Does everything I need it to do
Ray


----------



## davidh (Feb 24, 2015)

wow, that look way way above my pay grade.  nice work. .


----------



## davidh (Feb 27, 2015)

i feel foolish, thanks for the replies, i forgot how youtube is sometimes your best friend. . there is some great looking and seemingly affordable conversions out there. . . 
onward and upward. . .   thanks again.


----------



## compsurge (Mar 10, 2015)

Don't feel foolish - you asked questions before opening your wallet. That's smart 

I believe Flashcut CNC has a retrofitkit already. www.g0704.com has some good information on driver boards and stepper drivers.


----------



## davidh (Mar 10, 2015)

there are soo many questions that need to be asked.  i think i found what i probably need, then the fine print does not show any machine language comes with it, so a bit farther into eBay i see someone is selling Mach3 and license, and makes me question if there's a better way.  aarrggg.   
 then we have all these youtube places that tell you what cad / cam stuff you need and how easy it is to draw a box with a hole in it and apply that to your mach3, etc ,etc, etc.   
 i think i was impressed with a youtube by gale peters when he demo'd inkscape and maker cam. . as a good and easy and free stuff for playing with. . i keep taking notes and now the notes don't even make sense. .
 I'm going to ask questions at the eBay place I'm looking at maybe they can give me more insight. 
is this just me having problems with my brain or are there others out there having the same thoughts ?   ill share my findings until someone tells me to stop.  
by the way,  its springtime, the sun shineth and the creek runeth.   made it thru another winter.


----------



## compsurge (Mar 10, 2015)

You will need LinuxCNC (free) or Mach3 for software controller/G-code interpreter, motion controller, stepper drivers (some combine the stepper drivers and motion controller into one box - pay attention to motor current requirement though).
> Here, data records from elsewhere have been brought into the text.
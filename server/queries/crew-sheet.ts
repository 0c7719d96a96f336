import type { z } from "zod";
import type { ExpectedDay } from "../../shared/findings/expected";
import { isAsked } from "../../shared/findings/orders";
import { formatTime } from "../../shared/format/date";
import type { CrewSheetRow, CrewSheetView } from "../../shared/schemas/crew";
import { todayAt } from "../lib/calendar";
import { row, rows } from "../lib/db";
import { type Actor, visible } from "../lib/policy";
import type { Crew } from "../models/worker";
import { crewPolicy } from "../policies";
import { sheetOrders } from "./crew-orders";
import { dayFiguresOf } from "./day-figures";
import { crewMembers } from "./day-grid";
import { evaluateExpected, summarizeExpected } from "./expected-days";
import { waitingHandOver } from "./hand-over-waiting";
import { nextShiftDate } from "./next-shift";
import { settingsInForce } from "./site-settings";

/** A crew's expected day, computed from roster, nominal day and usual task levels, beside its last recorded one. */
export async function crewSheet(actor: Actor, crew: Crew): Promise<z.input<typeof CrewSheetView>> {
  const site = await row<{ timeZone: string }>(
    `SELECT time_zone AS "timeZone" FROM sites WHERE id = :id`,
    { id: crew.siteId },
  );
  const timeZone = site?.timeZone ?? "UTC";
  const today = todayAt(timeZone);
  const last = await row<{ date: string }>(
    "SELECT max(date)::text AS date FROM days WHERE crew_id = :crewId AND date <= CAST(:today AS date) AND current_result_id IS NOT NULL",
    { crewId: crew.id, today },
  );
  const lastDate = last?.date ?? null;
  // A shift that is over and recorded is expected no more.
  const expectedDate =
    lastDate === today && isShiftOver(crew, timeZone) ? await nextShiftDate(crew.id, today) : today;
  const settings = await settingsInForce(crew.siteId, expectedDate);
  const members = await crewMembers(crew.id, expectedDate);
  const expected = await expectedOf(crew, expectedDate, members, settings);
  const orders = await sheetOrders(
    actor,
    members.map(({ id }) => id),
    expectedDate,
    expected,
  );
  const before = lastDate ? await crewMembers(crew.id, lastDate) : [];
  const recorded = lastDate
    ? await dayFiguresOf(
        before.map(({ id }) => id),
        lastDate,
      )
    : new Map();
  const toRow = (
    member: (typeof members)[number],
    figures: CrewSheetRow["figures"],
    ahead: CrewSheetRow["ahead"] = null,
  ): CrewSheetRow => ({
    worker: {
      id: member.id,
      name: member.name,
      employeeNumber: member.employeeNumber,
      employer: member.employer,
      employerName: member.employerName,
    },
    isAbsent: member.isAbsent,
    isLoan: member.isLoan,
    lentBy: member.lentBy,
    lentTo: member.lentTo,
    figures,
    order: orders.get(member.id)?.order ?? null,
    ahead,
  });
  const byUrgency = (a: CrewSheetRow, b: CrewSheetRow) =>
    Number(isAsked(b)) - Number(isAsked(a)) ||
    (b.figures?.atEarDb ?? -1) - (a.figures?.atEarDb ?? -1) ||
    a.worker.name.localeCompare(b.worker.name);
  return {
    crew: {
      id: crew.id,
      name: crew.name,
      siteId: crew.siteId,
      usualStart: crew.usualStart.slice(0, 5),
      usualLengthMin: crew.usualLengthMin,
      timeZone,
    },
    crews: await rows<{ id: string; name: string }>(
      `SELECT c.id, c.name FROM crews c WHERE NOT c.is_archived AND ${visible(crewPolicy, actor, "c")} ORDER BY c.name`,
    ),
    governingRuleSet: settings.governingRuleSet,
    ruleSetVersion: settings.ruleSetVersion,
    expected: {
      date: expectedDate,
      rows: members
        .map((member) => {
          const day = expected.get(member.id);
          const ahead = orders.get(member.id)?.ahead ?? null;
          return toRow(member, day ? figuresOf(member.id, day) : null, ahead);
        })
        .sort(byUrgency),
    },
    last: {
      date: lastDate,
      rows: before.map((member) => toRow(member, recorded.get(member.id) ?? null)).sort(byUrgency),
    },
    handOver: await waitingHandOver(actor, crew.id),
  };
}

/** By the clock of the site; one that runs past midnight is over on the next date only. */
function isShiftOver({ usualStart, usualLengthMin }: Crew, timeZone: string): boolean {
  const [hour, minute] = usualStart.split(":").map(Number);
  const now = formatTime(new Date().toISOString(), timeZone).split(":").map(Number);
  return (now[0] ?? 0) * 60 + (now[1] ?? 0) >= (hour ?? 0) * 60 + (minute ?? 0) + usualLengthMin;
}

/** The days of those who are there. */
function expectedOf(
  { siteId, usualLengthMin }: Crew,
  date: string,
  members: Awaited<ReturnType<typeof crewMembers>>,
  settings: Awaited<ReturnType<typeof settingsInForce>>,
): Promise<Map<string, ExpectedDay>> {
  const there = members
    .filter(({ isAbsent, lentTo }) => !isAbsent && lentTo === null)
    .map((member) => ({ ...member, usualLengthMin }));
  return evaluateExpected(siteId, date, there, settings);
}

function figuresOf(workerId: string, day: ExpectedDay): NonNullable<CrewSheetRow["figures"]> {
  const { decidingTaskId: _, dosePct: __, doseBound: ___, ...figures } = summarizeExpected(day);
  // Nothing is stored of a day to come: the id is the worker's own, so that a list has a key.
  return { ...figures, resultId: workerId, origin: "computed" };
}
I'd only ever buy Mach3 from Artsoft (they make it) or a listed authorized distributor. Anyone else could be selling pirated software.

CAD/CAM/G-code generation is up to you. There are some inexpensive pay versions such as Autodesk Fusion 360 (I think this is currently the most powerful package for the dollar at this time). Don't hesitate to ask questions.


----------



## davidh (Mar 10, 2015)

here's what i was considering, partially due to price, then i found the same fella offering  a kit with two steppers this size and an additional much larger stepper for the quill.   
"this is whats in the box

3 pcs Nema 23 stepper motor with 425 oz.in DUAL SAHFT 
3 pcs stepper motor driver DM542A, peak 4.2A, 128 micsteps, replacing M542
1 pc Power supply 350Watts (36VDC/9.7A)
1 pc Breakout board & 1 pc Parallel cable"
i believe the motors and power supply are adequate  as they are advertised as a kit, no ?
and for the option of manual control, need i get dual shaft steppers ?  i do not see any problem with making mounts and couplings, nor all the placement and wiring of the components if this is the basic direction i should be going.  
the more powerful quill motor does strike me as a smart idea.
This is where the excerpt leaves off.